We then analyzed whether all differentially expressed genes in the pathway in cancer across six GEO datasets are associated with PDAC survival, based on data in The Cancer Genome Atlas and International Cancer Genome Consortium databases. In both databases, expression of BIRC5, CKS2, ITGA3, ITGA6 and RALA were significantly associated with survival time. We did not identify any expression quantitative trait loci associated with differential expression of these five genes in pancreatic tissues, based on data in the GTEx database [25]. This result may reflect the limited sample size. Of the five differentially expressed genes, CKS2 showed the greatest dysregulation in PDAC, which may be due to changes in copy number or/and DNA methylation (Fig. 5b, c).

CKS2, a gene encoding CDC28 protein kinase regulatory subunit, is located in chromosomal region 9q22.2. Previous studies have reported aberrant expression of this gene in cancers of the bladder [26], stomach [27], prostate [28], esophagus [29] and breast [30]. Our database mining showed that many types of tumor overexpress CKS2 (Additional file 8: Figure S2 and Additional file 9: S3). Although CKS2 has been shown to play an important role in many types of cancer, its function in PDAC has not been reported. Our database mining showed that the genes associated with CKS2 are involved mainly in cell proliferation processes, such as the cell cycle and DNA replication. This implies that CKS2 knockdown may inhibit PDAC cell proliferation, which we confirmed directly in cultures of PDAC cell lines. These results are consistent with those obtained with other types of cancer.
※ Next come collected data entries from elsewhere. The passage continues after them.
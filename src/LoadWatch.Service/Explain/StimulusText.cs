using System.Globalization;
using System.Text;
using LoadWatch.Activities;
using LoadWatch.Stimulus;

namespace LoadWatch.Service.Explain;

/// <summary>What a session asked of each region, and how that was read: by channel formula, source and what lies between.</summary>
/// <param name="activity">Its sets are those of tables; where it has none, those of the recordings count.</param>
/// <param name="archived">What its recordings say once more; null without any, or where they cannot be read.</param>
/// <param name="isUnreadable">Whether a recording cannot be read any more.</param>
internal sealed class StimulusText(JoinedActivity activity, SessionStimulus? archived, bool isUnreadable, EquationChoices equations, int? age)
{
    private readonly List<string> channels = [.. activity.Stimulus.Select(region => region.Channel).Distinct(StringComparer.Ordinal)];

    private readonly IReadOnlyList<ReadSet> all = activity.Sets.Count > 0 ? activity.Sets : archived?.Sets ?? [];

    /// <summary>The exercises of its sets, in canonical form; empty where they are not known.</summary>
    public IReadOnlyCollection<string> Exercises => [.. all.Select(set => set.Exercise).OfType<string>().Distinct(StringComparer.Ordinal)];

    /// <summary>Those that tell of a region which sets speak for.</summary>
    private List<ReadSet> Sets =>
        [.. all.Where(set => activity.Stimulus.Any(region => region.Channel == StimulusChannels.Sets && set.Regions.Contains(region.Region)))];

    private IEnumerable<SetRule> Rules => Sets.Select(set => set.Demand?.Rule).OfType<SetRule>().Distinct().Order();

    public void Append(StringBuilder text)
    {
        SessionText.AppendStimulus(text, activity, withNotSeen: false);
        foreach (var line in channels.SelectMany(OfChannel))
        {
            text.AppendLine(CultureInfo.InvariantCulture, $"        {line}");
        }

        if (isUnreadable && channels.Exists(channel => channel is not (StimulusChannels.None or StimulusChannels.Declared)))
        {
            text.AppendLine("        what lies between is not shown: an original in the archive is missing or damaged");
        }

        if (activity.Stimulus.Any(region => region.SeesHardWork))
        {
            text.AppendLine(CultureInfo.InvariantCulture, $"        {StimulusFormula.HeavyOrFast}");
        }
    }

    /// <summary>What no measurement stands behind.</summary>
    public IEnumerable<string> Assumptions() =>
        channels.SelectMany(channel => StimulusFormula.Assumptions(channel, age, archived?.Endurance, [.. Rules])).Distinct(StringComparer.Ordinal);

    private IEnumerable<string> OfChannel(string channel) => channel switch
    {
        StimulusChannels.Sets when Sets.Count > 0 => [.. Rules.SelectMany(rule => OfFormula(StimulusFormula.Of(rule, equations))), .. OfSets()],
        StimulusChannels.Power or StimulusChannels.Speed => [.. OfFormula(StimulusFormula.Of(channel)), .. OfEndurance(), .. OfFill()],
        StimulusChannels.HeartRate => [.. OfFormula(StimulusFormula.Of(channel)), .. OfHeartRate()],
        _ => OfFormula(StimulusFormula.Of(channel)),
    };

    private static IEnumerable<string> OfFormula(StimulusFormula? way) => way is null ? [] : [$"formula  {way.Formula}", $"source   {way.Source}"];

    private IEnumerable<string> OfSets() => SetText.Lines(Sets, Variants.Of(age)).SelectMany(lines => new[] { lines.Done, $"    {lines.Read}" });

    private IEnumerable<string> OfEndurance() => archived?.Endurance is { } steps ? EnduranceText.Lines(steps) : [];

    private IEnumerable<string> OfHeartRate() => archived?.HeartRate is { } drive ? EnduranceText.Lines(drive) : [];

    /// <summary>Where heart rate tells of moments that the better channel left.</summary>
    private IEnumerable<string> OfFill() => OfHeartRate().Select(line => $"heart rate where it tells alone: {line}");
}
BIRC5 is a member of the inhibitor of apoptosis gene family, which is overexpressed in many types of tumors [31, 32]. BIRC5 expression can be regulated by STAT3 [33], and it can be suppressed by curcumin, which induces apoptosis and ultimately inhibits PDAC cell proliferation [34]. ITGA3 and ITGA6 are two members of the integrin alpha chain family of proteins. ITGA3 may promote proliferation or invasion in various types of cancer [35,36,37]. ITGA6 expression has been correlated with expression of migration-related genes [38], and it can promote the epithelial-mesenchymal transition [39] and tumor invasion [40]. ITGA6 also plays a role in tumorigenesis [41]. ITGA3 and ITGA6, both members of the integrin signaling pathway, are overexpressed in pancreatic cancer [42]. RALA may participate in pancreatic cancer initiation [43]. The details of how these genes participate in pancreatic cancer development and progression require further investigation.

Conclusions

Integrative analysis of six GEO microarray datasets of pancreatic cancer suggests that the pathway in cancer (KEGG ID: 05200) is an essential pathway in the development and progression of PDAC. High CKS2 expression is significantly associated with shorter survival time in patients with PDAC, which may reflect a function of CKS2 in promoting PDAC cell proliferation. These results demonstrate the potential of integrative data-mining from the GEO database in order to gain further insights into PDAC and other diseases.